* **TASK DETAILS**: Stop after the line that contains "grants.filter((grant) => grant.memberId"; until then, restate each line of the entries word for word from the very first.

-- GIVEN DATA follows --

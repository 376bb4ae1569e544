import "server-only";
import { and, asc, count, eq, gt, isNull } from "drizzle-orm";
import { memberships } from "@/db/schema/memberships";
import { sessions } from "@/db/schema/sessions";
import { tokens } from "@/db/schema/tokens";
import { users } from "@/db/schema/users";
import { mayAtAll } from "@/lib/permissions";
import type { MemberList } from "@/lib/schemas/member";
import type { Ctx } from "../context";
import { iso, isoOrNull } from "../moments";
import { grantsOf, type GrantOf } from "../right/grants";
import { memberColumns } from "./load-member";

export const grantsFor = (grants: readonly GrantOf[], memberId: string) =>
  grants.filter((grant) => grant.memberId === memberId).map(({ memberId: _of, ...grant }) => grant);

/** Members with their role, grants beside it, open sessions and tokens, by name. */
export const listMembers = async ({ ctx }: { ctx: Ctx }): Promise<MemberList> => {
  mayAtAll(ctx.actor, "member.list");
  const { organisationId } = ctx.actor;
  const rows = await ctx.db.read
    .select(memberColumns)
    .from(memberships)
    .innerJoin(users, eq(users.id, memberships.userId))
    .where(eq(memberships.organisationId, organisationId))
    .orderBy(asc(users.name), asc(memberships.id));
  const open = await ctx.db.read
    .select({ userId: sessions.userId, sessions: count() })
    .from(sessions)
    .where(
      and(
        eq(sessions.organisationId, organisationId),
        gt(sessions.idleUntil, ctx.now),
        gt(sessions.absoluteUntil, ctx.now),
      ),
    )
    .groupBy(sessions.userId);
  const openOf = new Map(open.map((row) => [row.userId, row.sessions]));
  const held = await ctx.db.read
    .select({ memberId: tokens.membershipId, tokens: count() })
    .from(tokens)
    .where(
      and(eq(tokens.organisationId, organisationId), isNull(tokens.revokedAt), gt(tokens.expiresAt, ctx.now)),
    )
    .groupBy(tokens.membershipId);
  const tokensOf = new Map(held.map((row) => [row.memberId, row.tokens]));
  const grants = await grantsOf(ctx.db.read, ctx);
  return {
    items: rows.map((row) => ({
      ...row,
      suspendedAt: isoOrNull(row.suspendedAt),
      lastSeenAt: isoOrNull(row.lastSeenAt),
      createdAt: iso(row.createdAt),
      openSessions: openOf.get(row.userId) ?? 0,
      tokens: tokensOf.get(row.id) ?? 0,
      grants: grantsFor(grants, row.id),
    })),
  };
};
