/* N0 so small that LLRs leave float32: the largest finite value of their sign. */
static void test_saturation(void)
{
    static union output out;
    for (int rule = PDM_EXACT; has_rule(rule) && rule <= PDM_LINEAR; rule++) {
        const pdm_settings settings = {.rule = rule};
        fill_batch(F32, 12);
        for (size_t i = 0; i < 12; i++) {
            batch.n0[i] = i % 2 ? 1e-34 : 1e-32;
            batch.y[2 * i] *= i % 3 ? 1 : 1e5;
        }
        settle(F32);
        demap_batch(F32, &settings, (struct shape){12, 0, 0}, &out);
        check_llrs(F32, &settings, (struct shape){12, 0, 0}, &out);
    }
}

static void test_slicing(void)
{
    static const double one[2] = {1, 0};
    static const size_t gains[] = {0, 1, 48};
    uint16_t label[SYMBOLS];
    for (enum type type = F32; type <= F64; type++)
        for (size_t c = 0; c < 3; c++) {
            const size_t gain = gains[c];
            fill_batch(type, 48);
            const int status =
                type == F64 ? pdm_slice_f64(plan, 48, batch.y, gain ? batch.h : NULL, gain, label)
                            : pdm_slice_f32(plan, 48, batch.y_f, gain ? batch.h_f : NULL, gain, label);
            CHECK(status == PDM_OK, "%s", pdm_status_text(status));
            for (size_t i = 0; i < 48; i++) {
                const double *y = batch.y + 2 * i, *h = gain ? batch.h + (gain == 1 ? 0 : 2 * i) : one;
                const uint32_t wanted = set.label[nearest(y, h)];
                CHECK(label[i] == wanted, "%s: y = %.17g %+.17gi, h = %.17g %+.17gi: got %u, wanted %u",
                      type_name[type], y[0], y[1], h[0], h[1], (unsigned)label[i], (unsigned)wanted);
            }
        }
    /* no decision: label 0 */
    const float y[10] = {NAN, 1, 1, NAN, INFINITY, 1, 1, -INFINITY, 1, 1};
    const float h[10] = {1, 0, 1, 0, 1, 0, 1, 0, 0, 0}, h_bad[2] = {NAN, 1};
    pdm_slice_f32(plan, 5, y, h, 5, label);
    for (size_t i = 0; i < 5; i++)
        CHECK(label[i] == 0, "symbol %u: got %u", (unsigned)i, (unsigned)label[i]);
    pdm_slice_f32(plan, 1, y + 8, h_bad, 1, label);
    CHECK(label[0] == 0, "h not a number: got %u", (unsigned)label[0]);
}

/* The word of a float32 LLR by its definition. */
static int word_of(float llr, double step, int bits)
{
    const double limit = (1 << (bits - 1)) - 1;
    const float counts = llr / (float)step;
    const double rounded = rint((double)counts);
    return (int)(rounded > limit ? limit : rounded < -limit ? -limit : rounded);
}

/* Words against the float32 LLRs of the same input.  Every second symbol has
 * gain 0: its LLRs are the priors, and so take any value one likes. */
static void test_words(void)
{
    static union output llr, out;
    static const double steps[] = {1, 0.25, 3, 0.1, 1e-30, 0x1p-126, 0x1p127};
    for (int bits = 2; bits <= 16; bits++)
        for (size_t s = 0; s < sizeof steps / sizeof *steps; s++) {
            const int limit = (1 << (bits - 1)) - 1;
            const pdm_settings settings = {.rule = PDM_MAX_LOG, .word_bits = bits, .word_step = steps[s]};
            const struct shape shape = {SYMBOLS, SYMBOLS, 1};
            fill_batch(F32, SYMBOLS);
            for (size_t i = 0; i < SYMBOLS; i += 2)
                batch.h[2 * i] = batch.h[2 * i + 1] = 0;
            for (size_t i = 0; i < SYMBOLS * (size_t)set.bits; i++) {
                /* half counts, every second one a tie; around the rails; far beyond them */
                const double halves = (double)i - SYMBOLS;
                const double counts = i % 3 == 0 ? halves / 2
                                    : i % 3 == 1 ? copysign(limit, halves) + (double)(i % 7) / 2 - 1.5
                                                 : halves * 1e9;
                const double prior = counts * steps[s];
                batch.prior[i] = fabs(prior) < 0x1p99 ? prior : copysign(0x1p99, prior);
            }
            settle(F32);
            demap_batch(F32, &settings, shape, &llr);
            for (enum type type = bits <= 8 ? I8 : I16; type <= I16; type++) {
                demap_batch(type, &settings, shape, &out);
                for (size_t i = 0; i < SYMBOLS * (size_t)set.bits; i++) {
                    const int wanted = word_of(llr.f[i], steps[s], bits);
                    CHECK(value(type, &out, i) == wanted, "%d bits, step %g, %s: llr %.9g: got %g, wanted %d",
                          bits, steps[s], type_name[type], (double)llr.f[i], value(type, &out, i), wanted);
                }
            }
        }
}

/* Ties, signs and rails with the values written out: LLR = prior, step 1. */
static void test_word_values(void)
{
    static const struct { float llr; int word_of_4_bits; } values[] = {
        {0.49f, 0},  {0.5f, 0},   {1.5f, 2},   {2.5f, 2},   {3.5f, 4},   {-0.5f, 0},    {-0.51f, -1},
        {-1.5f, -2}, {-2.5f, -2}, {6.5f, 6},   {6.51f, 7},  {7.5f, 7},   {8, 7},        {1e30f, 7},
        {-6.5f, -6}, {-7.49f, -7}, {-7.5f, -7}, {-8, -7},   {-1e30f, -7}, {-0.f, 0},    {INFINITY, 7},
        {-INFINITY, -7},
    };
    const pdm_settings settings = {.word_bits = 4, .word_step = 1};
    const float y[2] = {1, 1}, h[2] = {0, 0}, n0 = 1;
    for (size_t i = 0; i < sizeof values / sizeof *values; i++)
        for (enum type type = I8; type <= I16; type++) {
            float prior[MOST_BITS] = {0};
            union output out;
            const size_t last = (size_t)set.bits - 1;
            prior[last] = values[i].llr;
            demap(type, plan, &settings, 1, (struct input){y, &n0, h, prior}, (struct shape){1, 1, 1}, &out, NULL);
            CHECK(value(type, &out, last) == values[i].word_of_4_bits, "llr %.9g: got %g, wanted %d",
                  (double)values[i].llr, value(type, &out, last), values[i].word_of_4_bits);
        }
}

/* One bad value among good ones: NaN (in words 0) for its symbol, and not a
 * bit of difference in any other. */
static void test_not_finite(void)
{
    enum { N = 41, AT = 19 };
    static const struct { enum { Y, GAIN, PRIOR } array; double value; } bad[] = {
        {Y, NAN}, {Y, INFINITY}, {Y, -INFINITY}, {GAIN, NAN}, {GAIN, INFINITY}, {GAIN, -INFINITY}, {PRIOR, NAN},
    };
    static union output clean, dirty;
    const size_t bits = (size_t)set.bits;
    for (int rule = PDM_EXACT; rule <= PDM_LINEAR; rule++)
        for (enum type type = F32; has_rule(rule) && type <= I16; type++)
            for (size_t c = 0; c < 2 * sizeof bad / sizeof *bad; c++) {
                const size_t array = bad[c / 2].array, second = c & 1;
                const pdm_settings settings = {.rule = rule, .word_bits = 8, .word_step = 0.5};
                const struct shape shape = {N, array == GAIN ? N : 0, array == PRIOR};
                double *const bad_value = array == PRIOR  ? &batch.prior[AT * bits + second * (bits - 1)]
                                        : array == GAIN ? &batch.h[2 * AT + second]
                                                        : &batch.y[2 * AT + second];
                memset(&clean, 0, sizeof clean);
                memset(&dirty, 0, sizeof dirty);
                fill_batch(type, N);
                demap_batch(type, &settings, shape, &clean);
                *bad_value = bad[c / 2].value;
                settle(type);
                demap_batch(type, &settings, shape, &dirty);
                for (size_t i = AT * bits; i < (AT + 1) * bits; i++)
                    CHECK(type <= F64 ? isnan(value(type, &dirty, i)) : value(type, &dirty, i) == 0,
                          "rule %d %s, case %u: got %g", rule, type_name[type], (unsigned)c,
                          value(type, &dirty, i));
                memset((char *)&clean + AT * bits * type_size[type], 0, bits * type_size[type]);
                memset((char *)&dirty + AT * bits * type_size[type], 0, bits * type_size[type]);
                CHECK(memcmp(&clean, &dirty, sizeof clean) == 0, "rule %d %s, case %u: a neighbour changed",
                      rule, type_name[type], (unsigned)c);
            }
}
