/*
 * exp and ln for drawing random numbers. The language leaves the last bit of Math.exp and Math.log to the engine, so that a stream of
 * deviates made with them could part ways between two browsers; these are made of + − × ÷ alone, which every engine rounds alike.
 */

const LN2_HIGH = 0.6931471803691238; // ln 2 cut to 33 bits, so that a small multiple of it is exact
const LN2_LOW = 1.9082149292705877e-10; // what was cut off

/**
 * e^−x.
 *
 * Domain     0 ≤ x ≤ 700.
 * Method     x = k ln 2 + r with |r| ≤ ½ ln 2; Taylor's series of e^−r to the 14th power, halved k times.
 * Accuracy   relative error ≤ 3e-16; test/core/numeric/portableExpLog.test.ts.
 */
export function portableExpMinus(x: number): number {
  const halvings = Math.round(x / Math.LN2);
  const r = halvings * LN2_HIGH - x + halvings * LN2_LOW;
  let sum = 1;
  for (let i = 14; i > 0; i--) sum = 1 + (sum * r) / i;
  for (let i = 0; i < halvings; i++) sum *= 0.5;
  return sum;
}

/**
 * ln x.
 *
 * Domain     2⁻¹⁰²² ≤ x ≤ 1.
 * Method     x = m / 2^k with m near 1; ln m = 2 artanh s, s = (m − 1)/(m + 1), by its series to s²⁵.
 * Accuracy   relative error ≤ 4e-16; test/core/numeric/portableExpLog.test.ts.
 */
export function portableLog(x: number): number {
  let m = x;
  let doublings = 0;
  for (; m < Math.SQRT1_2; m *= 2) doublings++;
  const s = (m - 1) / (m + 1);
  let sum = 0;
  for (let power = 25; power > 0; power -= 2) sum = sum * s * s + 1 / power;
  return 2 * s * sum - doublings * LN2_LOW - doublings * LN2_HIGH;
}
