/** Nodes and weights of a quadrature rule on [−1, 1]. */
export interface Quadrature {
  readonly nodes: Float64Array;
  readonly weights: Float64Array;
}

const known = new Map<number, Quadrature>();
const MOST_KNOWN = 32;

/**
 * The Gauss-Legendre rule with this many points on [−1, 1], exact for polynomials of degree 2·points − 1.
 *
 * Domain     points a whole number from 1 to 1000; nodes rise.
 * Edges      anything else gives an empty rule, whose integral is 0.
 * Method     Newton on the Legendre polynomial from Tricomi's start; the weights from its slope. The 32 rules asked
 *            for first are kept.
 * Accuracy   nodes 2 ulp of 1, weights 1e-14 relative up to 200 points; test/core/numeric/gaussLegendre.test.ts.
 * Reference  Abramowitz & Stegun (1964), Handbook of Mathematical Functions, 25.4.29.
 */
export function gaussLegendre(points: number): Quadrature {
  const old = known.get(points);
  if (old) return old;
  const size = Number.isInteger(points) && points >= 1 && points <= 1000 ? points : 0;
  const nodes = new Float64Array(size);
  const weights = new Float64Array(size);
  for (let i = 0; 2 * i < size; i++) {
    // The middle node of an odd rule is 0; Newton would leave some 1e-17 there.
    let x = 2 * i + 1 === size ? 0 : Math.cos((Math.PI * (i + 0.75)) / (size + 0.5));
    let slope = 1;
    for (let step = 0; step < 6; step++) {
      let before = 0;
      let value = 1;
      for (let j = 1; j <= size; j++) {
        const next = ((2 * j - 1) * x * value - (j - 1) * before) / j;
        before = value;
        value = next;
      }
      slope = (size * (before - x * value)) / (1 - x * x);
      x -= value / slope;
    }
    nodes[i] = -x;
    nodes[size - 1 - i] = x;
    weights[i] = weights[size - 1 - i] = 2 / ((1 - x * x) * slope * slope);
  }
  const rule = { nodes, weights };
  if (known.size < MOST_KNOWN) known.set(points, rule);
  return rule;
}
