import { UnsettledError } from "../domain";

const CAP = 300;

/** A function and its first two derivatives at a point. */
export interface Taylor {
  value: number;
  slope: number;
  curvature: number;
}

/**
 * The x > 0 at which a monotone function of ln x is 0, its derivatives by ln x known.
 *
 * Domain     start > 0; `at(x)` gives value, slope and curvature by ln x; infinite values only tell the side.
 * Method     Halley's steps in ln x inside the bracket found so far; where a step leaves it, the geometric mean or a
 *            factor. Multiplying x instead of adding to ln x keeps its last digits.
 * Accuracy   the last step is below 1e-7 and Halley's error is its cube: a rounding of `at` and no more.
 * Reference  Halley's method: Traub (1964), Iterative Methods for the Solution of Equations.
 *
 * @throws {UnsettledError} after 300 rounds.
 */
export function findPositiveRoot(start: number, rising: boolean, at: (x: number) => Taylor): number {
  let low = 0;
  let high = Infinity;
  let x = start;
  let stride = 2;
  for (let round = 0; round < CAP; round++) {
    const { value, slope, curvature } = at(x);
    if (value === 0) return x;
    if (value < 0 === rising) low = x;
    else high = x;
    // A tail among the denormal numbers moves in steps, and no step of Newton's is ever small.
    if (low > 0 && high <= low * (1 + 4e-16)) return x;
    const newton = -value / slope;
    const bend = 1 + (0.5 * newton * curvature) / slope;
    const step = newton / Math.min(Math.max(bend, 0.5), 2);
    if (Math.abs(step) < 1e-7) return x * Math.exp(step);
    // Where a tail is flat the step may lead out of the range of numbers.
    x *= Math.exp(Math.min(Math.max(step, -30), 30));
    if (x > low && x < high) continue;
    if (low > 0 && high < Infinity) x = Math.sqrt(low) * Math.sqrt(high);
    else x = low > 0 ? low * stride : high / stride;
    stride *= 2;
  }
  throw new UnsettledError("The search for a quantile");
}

-- GIVEN DATA concluded --

* **REPLY TO THE TASK**:
repository 376bb4ae1569e544
import "server-only";
import { and, asc, count, eq, gt, isNull } from "drizzle-orm";
import { memberships } from "@/db/schema/memberships";
import { sessions } from "@/db/schema/sessions";
import { tokens } from "@/db/schema/tokens";
import { users } from "@/db/schema/users";
import { mayAtAll } from "@/lib/permissions";
import type { MemberList } from "@/lib/schemas/member";
import type { Ctx } from "../context";
import { iso, isoOrNull } from "../moments";
import { grantsOf, type GrantOf } from "../right/grants";
import { memberColumns } from "./load-member";

export const grantsFor = (grants: readonly GrantOf[], memberId: string) =>
  grants.filter((grant) => grant.memberId === memberId).map(({ memberId: _of, ...grant }) => grant);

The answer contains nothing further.